DXY struggling short-term while the next big move looks to be higher

FXstreet.com (Barcelona) - The US Dollar Index (DXY) has been getting bludgeoned by relative strength in other currencies over the last several trading sessions.

DXY down as traders wait for Bernanke to confirm colleagues’ sentiment

The Federal Reserve in the US is going to begin its proposed “tapering” of monthly bond purchases later this year – that much is nearly a certainty (barring any exogenous events). There is even a fairly high degree of confidence that the new course of action will begin in the September - October time frame. So, why is the DXY not reflecting what may be a serious rise in interest rates? Is the marketplace waiting for hawkish sounds to start emanating from Mr. Bernanke himself? Perhaps – especially since his dovish comments in early July directly contradicted similar tapering talk back then.

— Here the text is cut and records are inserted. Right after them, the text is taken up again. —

"""Moments read and taken to TT, against astropy, ERFA, the IERS and the standards' own examples."""

import random
from datetime import UTC, date, datetime, time, timedelta, timezone
from fractions import Fraction
from pathlib import Path

import erfa
import numpy as np
import pytest
from astropy.time import Time
from astropy_iers_data import IERS_LEAP_SECOND_FILE
from hypothesis import given
from hypothesis import strategies as st
from openpyxl.utils.datetime import to_excel

from cellfuncs.errors import DomainError, InputError
from cellfuncs.physics.times import (
    day_lengths,
    last_leap_second,
    tt_minus_utc,
    tt_parts,
    utc_columns,
    utc_parts,
)

pytestmark = pytest.mark.filterwarnings("ignore:ERFA function:erfa.ErfaWarning")

MICROSECOND = 1e-6 / 86400
IERS_LIST = [
    line.split()
    for line in Path(IERS_LEAP_SECOND_FILE).read_text().splitlines()
    if not line.startswith("#")
]
"""The IERS's Leap_Second.dat: MJD, day, month, year, TAI − UTC from then on"""
# the first line is where the present UTC begins, with no leap second before it
LEAP_DAYS = [
    date(int(year), int(month), int(day)) - timedelta(days=1)
    for _, day, month, year, _ in IERS_LIST[1:]
]


def seconds_between(one: tuple[float, float], other: tuple[float, float]) -> float:
    return ((one[0] - other[0]) + (one[1] - other[1])) * 86400


def random_moments(seed: int, count: int) -> list[datetime]:
    draw = random.Random(seed)
    start = datetime(1960, 1, 1, tzinfo=UTC)
    span = (datetime(2100, 1, 1, tzinfo=UTC) - start) // timedelta(microseconds=1)
    return [start + timedelta(microseconds=draw.randrange(span)) for _ in range(count)]


@pytest.mark.parametrize(
    ("text", "parts"),
    [
        # RFC 3339, section 5.8
        ("1985-04-12T23:20:50.52Z", (2446167.5, (23 * 3600 + 20 * 60 + 50.52) / 86400)),
        ("1996-12-19T16:39:57-08:00", (2450437.5, (39 * 60 + 57) / 86400)),
        ("1990-12-31T23:59:60Z", (2448256.5, 86400 / 86401)),
        ("1990-12-31T15:59:60-08:00", (2448256.5, 86400 / 86401)),
        # Meeus, Astronomical Algorithms (1998), chapter 7; from memory
        ("2000-01-01 12:00", (2451544.5, 0.5)),
        ("1987-01-27", (2446822.5, 0.0)),
        ("1988-06-19T12", (2447331.5, 0.5)),
        # ERFA's and SOFA's own test of dtf2d; from memory: 2449534.49999
        ("1994-06-30T23:59:60.13599", (2449533.5, 0.99999)),
    ],
)
def test_published_examples(text: str, parts: tuple[float, float]) -> None:
    assert utc_parts(text)[0] == parts[0]
    assert utc_parts(text)[1] == pytest.approx(parts[1], rel=0, abs=1e-10)


def test_the_worked_example_of_the_sofa_cookbook() -> None:
    """SOFA Time Scale and Calendar Tools, section 2.4; from memory: TT 21:25:42.684."""
    tt = tt_parts(*utc_parts("2006-01-15T21:24:37.5"))
    assert seconds_between(tt, (2453750.5, (21 * 3600 + 25 * 60 + 42.684) / 86400)) == (
        pytest.approx(0, abs=1e-9)
    )


def test_text_as_astropy_reads_it() -> None:
    moments = random_moments(1, 2000)
    reference = Time([f"{each:%Y-%m-%dT%H:%M:%S.%f}" for each in moments], scale="utc")
    days, fractions, wrong = utc_columns([each.isoformat() for each in moments])
    assert wrong is None
    assert set(days % 1) == {0.5}
    assert np.max(np.abs((days - reference.jd1) + (fractions - reference.jd2))) * 86400 < 1e-9


def test_zones_as_the_standard_library_takes_them() -> None:
    draw = random.Random(2)
    for moment in random_moments(3, 500):
        zone = timezone(timedelta(minutes=15 * draw.randint(-48, 56)))
        local = moment.astimezone(zone)
        for text in (local.isoformat(), f"{local:%Y%m%dT%H%M%S.%f%z}", f"{local}"):
            assert utc_parts(text) == utc_parts(moment), text
        assert utc_parts(local) == utc_parts(moment)


@pytest.mark.parametrize(
    "same",
    [
        *("2024-03-01T22:00:00Z", "2024-03-01T22", "2024-03-01 22:00", "20240301T220000"),
        *(
            "20240301T22",
            "20240301 2200Z",
            "2024-03-01T220000",
            "2024-03-01t22:00z",
            "2024-03-01 22:00 UTC",
        ),
        *("2024-03-02T00:00+02:00", "2024-03-02T00:00+0200", "2024-03-02T00:00 +02"),
        *("2024-03-01T18:30−03:30", "  2024-03-01  22:00:00,000  ", "2024-03-01T22:00:00.0"),
        "2024-03-01\u00a022:00 \u00a0Z",
        *(datetime(2024, 3, 1, 22), datetime(2024, 3, 1, 22, tzinfo=UTC)),
        np.datetime64("2024-03-01T22:00"),
    ],
)
def test_one_moment_in_many_writings(same: object) -> None:
    assert utc_parts(same) == (2460370.5, 22 / 24)


def test_the_end_of_a_day_is_the_start_of_the_next() -> None:
    """ISO 8601-1:2019/Amd 1:2022 has 24:00:00 as the end of a calendar day."""
    assert utc_parts("2016-12-31T24:00:00") == utc_parts("2017-01-01") == (2457754.5, 0.0)


@pytest.mark.parametrize("day", LEAP_DAYS, ids=str)
def test_leap_seconds_of_the_iers(day: date) -> None:
    text = f"{day}T23:59:60.25"
    parts = utc_parts(text)
    reference = Time(text, scale="utc")
    assert seconds_between(parts, (reference.jd1, reference.jd2)) == pytest.approx(0, abs=1e-9)
    east = utc_parts(f"{day + timedelta(days=1)}T05:29:60.25+05:30")
    assert east == parts
    # the leap second lasts 1 s of TT
    before, after = (
        tt_parts(*utc_parts(each)) for each in (f"{day}T23:59:60", f"{day + timedelta(days=1)}")
    )
    assert seconds_between(after, before) == pytest.approx(1, abs=1e-9)


def test_no_other_day_has_a_leap_second() -> None:
    length = {date.fromordinal(int(day - 1721424.5)): each for day, each in day_lengths().items()}
    assert [day for day, each in length.items() if each == 86401.0] == LEAP_DAYS
    for year in range(1972, 2100):
        for day in (date(year, 6, 30), date(year, 12, 31)):
            if day not in LEAP_DAYS:
                with pytest.raises(InputError, match="no leap second"):
                    utc_parts(f"{day}T23:59:60")


def test_the_table_s_last_entry_is_the_iers_s() -> None:
    latest = last_leap_second()
    _, day, month, year, seconds = IERS_LIST[-1]
    assert latest.since == date(int(year), int(month), int(day))
    assert latest.tai_minus_utc == float(seconds)


def test_jumps_of_parts_of_a_second_before_1972() -> None:
    """UTC-TAI.history of the IERS; from memory: −0.05 s on 1961-08-01, +0.1 s on 1963-11-01."""
    assert utc_parts("1963-10-31T23:59:60.05")[0] == 2438333.5
    for missing in ("1961-07-31T23:59:59.97", "1963-10-31T23:59:60.15"):
        with pytest.raises(InputError):
            utc_parts(missing)


def around_steps() -> tuple[np.ndarray, np.ndarray]:
    moments = []
    for year, month, _ in erfa.leap_seconds.get():
        start = sum(erfa.cal2jd(int(year), int(month), 1))
        for day in (start - 1, start):
            moments += [(day, fraction) for fraction in (0.0, 0.3, 0.99999, 1 - 1e-12)]
    return np.array([each for each in moments if each[0] >= 2436934.5]).T


def test_tt_as_erfa_has_it() -> None:
    draw = np.random.default_rng(4)
    days = draw.integers(0, 51135, 2000) + 2436934.5
    near_steps = around_steps()
    days = np.concatenate([days, near_steps[0]])
    fractions = np.concatenate([draw.random(2000), near_steps[1]])
    reference = erfa.taitt(*erfa.utctai(days, fractions))
    first, second = tt_parts(days, fractions)
    assert np.max(np.abs((first - reference[0]) + (second - reference[1]))) < MICROSECOND
    one_by_one = [
        tt_minus_utc(*each) for each in zip(days.tolist(), fractions.tolist(), strict=True)
    ]
    assert np.array_equal(tt_minus_utc(days, fractions), one_by_one)
    astropy = Time(days, fractions, format="jd", scale="utc").tt
    assert np.max(np.abs((first - astropy.jd1) + (second - astropy.jd2))) < MICROSECOND


def test_a_julian_date_keeps_every_bit() -> None:
    draw = random.Random(5)
    for number in (draw.uniform(2436934.5, 2488069.4) for _ in range(1000)):
        day, fraction = utc_parts(number)
        assert Fraction(day) + Fraction(fraction) == Fraction(number)
        assert day % 1 == 0.5
        assert 0 <= fraction < 1


def test_serials_as_openpyxl_writes_them() -> None:
    moments = [each.replace(tzinfo=None) for each in random_moments(6, 1000)]
    # on the day of a leap second too, where a spreadsheet's own day has 86 400 s
    moments += [datetime.combine(day, time(18)) for day in LEAP_DAYS]
    for moment in moments:
        serial = to_excel(moment)
        # a serial of 2099 has 0.6 µs
        assert abs(seconds_between(utc_parts(serial), utc_parts(moment))) < 1e-6
        assert utc_parts(moment.date()) == utc_parts(int(to_excel(moment.date())))
    assert utc_parts(np.float64(45352.5)) == utc_parts(45352.5) == (2460370.5, 0.5)


@given(st.datetimes(datetime(1972, 1, 1), datetime(2099, 12, 31)))
def test_round_trip_through_text(moment: datetime) -> None:
    day, fraction = utc_parts(moment.isoformat())
    clock = timedelta(seconds=fraction * day_lengths().get(day, 86400))
    read = datetime.combine(date.fromordinal(int(day - 1721424.5)), time()) + clock
    assert abs(read - moment) <= timedelta(microseconds=1)
    assert utc_parts(moment) == utc_parts(moment.isoformat()) == utc_parts(f"{moment}")


@pytest.mark.parametrize(
    ("value", "words"),
    [
        ("2024-06-31", "June 2024 has 30 days"),
        ("2023-02-29", "2023 is no leap year"),
        ("2024-02-30T10:00", "February 2024 has 29 days"),
        ("2024-13-01", "no month 13"),
        ("2024-00-01", "no month 00"),
        ("2024-03-01T25:00", "00 to 23"),
        ("2024-03-01T24:00:01", "00 to 23"),
        ("2024-03-01T24:00:00.5", "00 to 23"),
        ("2024-03-01T22:60", "no minute 60"),
        ("2024-03-01T22:14:61", "no second 61"),
        ("2024-03-01T22:14:60", "no leap second"),
        ("2015-12-31T23:59:60", "no leap second"),
        ("2017-01-01T23:59:60+01:00", "no leap second"),
        ("2024-03-01T22:14+14:30", "-12:00 to \\+14:00"),
        ("03/04/2024", "ambiguous.*2024-04-03"),
        ("3.4.24 22:10", "ambiguous.*2024-04-03"),
        ("2024/3/4 22:10", "write the date as 2024-03-04"),
        ("2460370.5", "must be a number, not text"),
        ("2024-03-01T22:14:30.", "the time as 22:14:30"),
        ("2024-03-01 22.14", "the time as 22:14:30"),
        ("2024-03-01T22:1430", "the time as 22:14:30"),
        ("2024-0301", "like 2024-03-01T22:14:30"),
        ("last night", "'last night', not a date and time"),
        ("22:14", "not a date and time"),
        (time(22, 14), "needs its date"),
        (timedelta(days=45352), "not a date and time"),
        (True, "True, not a date and time"),
        (np.True_, "not a date and time"),
        (b"2024-03-01", "not a date and time"),
        (2460370.5 + 0j, "not a date and time"),
        (None, "None, not a date and time"),
        ([], "not a date and time"),
    ],
)
def test_what_is_no_moment(value: object, words: str) -> None:
    with pytest.raises(InputError, match=words) as raised:
        utc_parts(value, "exposure start")
    assert str(raised.value).startswith("exposure start is ")


OUT_OF_RANGE = [
    *("1959-12-31T23:59:59.999", "1960-01-01T00:30+02:00", "2100-01-01", "2099-12-31T23:30-01:00"),
    # RFC 3339, section 5.8
    "1937-01-01T12:00:27.87+00:20",
    *("0000-01-01", "9999-12-31", datetime(1, 1, 1, tzinfo=timezone(timedelta(hours=5)))),
    *(date(1959, 12, 31), datetime(2100, 1, 1), np.datetime64("1959-12-31"), np.datetime64("2100")),
]
NUMBERS_OUT_OF_RANGE = [
    *(0, 21915.99999, 73051.0, 999_999.0, 2436934.49, 2488069.5, 20240301, 1e300, -1.0),
    *(float("inf"), float("-inf")),
]


@pytest.mark.parametrize("value", OUT_OF_RANGE, ids=str)
def test_before_utc_and_after_the_tables(value: object) -> None:
    with pytest.raises(DomainError, match=r"1960-01-01 to 2099-12-31.*no UTC.*Earth"):
        utc_parts(value)


@pytest.mark.parametrize("value", NUMBERS_OUT_OF_RANGE)
def test_numbers_out_of_range(value: float) -> None:
    with pytest.raises(DomainError, match=r"21916.*73051.*2436934\.5.*add 2400000\.5"):
        utc_parts(value)


def test_a_number_too_large_for_a_float() -> None:
    with pytest.raises(DomainError):
        utc_parts(10**400)


@pytest.mark.parametrize(
    "first",
    [
        *("1960-01-01", "1959-12-31T23:30-02:00", 21916, 2436934.5, date(1960, 1, 1)),
        *("2099-12-31T23:59:59.999999", 73050.99999, 2488069.4999, np.datetime64("2099-12-31")),
    ],
)
def test_the_limits_themselves(first: object) -> None:
    day, fraction = utc_parts(first)
    assert day in (2436934.5, 2488068.5)
    assert 0 <= fraction < 1


def test_columns_hold_what_single_moments_do() -> None:
    draw = random.Random(7)
    serials = [draw.uniform(20000, 75000) for _ in range(300)]
    julian = [draw.uniform(2436000, 2489000) for _ in range(300)]
    leap_day = [42735.0, 42735.5, 42735.99, 2457753.75]
    numbers = [*serials, *julian, *leap_day, float("nan"), float("inf"), 0.0, 1e6]
    moments = [np.datetime64(each.replace(tzinfo=None)) for each in random_moments(8, 300)]
    moments += [np.datetime64("1950-01-01"), np.datetime64("NaT"), np.datetime64("2016-12-31T18")]
    for values, array in (
        (numbers, np.array(numbers)),
        (moments, np.array(moments)),
        (numbers + moments, np.array(numbers + moments, dtype=object)),
    ):
        days, fractions, wrong = utc_columns(array)
        assert wrong is None
        for value, day, fraction in zip(values, days.tolist(), fractions.tolist(), strict=True):
            if day == day:
                assert (day, fraction) == utc_parts(value)
            else:
                assert fraction != fraction
                with pytest.raises(DomainError):
                    utc_parts(value)


def test_a_column_with_empty_and_wrong_cells() -> None:
    column = np.array(
        [["2024-03-01", None], ["", float("nan")], ["1950-01-01", "2024-06-31"], ["x", 45352.5]],
        dtype=object,
    )
    days, fractions, wrong = utc_columns(column, "start")
    assert days.shape == fractions.shape == (4, 2)
    assert np.flatnonzero(days == days).tolist() == [0, 7]
    assert days[3, 1] == 2460370.5
    assert isinstance(wrong, InputError)
    assert "start is '2024-06-31'; June 2024 has 30 days" in str(wrong)


def test_columns_without_rows_and_of_other_kinds() -> None:
    for empty in (np.array([]), [], np.array([], dtype=object), np.array([], "datetime64[s]")):
        days, fractions, wrong = utc_columns(empty)
        assert days.shape == fractions.shape == (0,)
        assert wrong is None
    assert utc_columns(np.array([45352, 45353]))[0].tolist() == [2460370.5, 2460371.5]
    assert utc_columns(np.array(["2024-03-01"]))[0].tolist() == [2460370.5]
    assert isinstance(utc_columns([True])[2], InputError)
    assert tt_minus_utc(np.array([2460370.5, np.nan]), 0.5)[0] == pytest.approx(69.184)
    assert np.isnan(tt_minus_utc(np.array([2460370.5, np.nan]), 0.5)[1])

All of that is clearly tempering the relative strength in the US Dollar, which is all that has been required to send the DXY plummeting as it has recently when Europe, Japan, Britain and the other “major” currencies are showing good relative strength in the short-term.

Technical outlook for the DXY

Technicians say the downside trading target for DXY may now be 80.51 after 81.63 support was broken. On the way down there, 81.13 – another possible Fibonacci price projection / support – will be tested. Once the anticipated low is established, technicians are calling for a sharp move to the upside with an ultimate target of at least 85.00. Shorter-term resistance for DXY comes in at the 7/31 closing low at 81.45 and is backed up by the 7/24 peak at 82.42.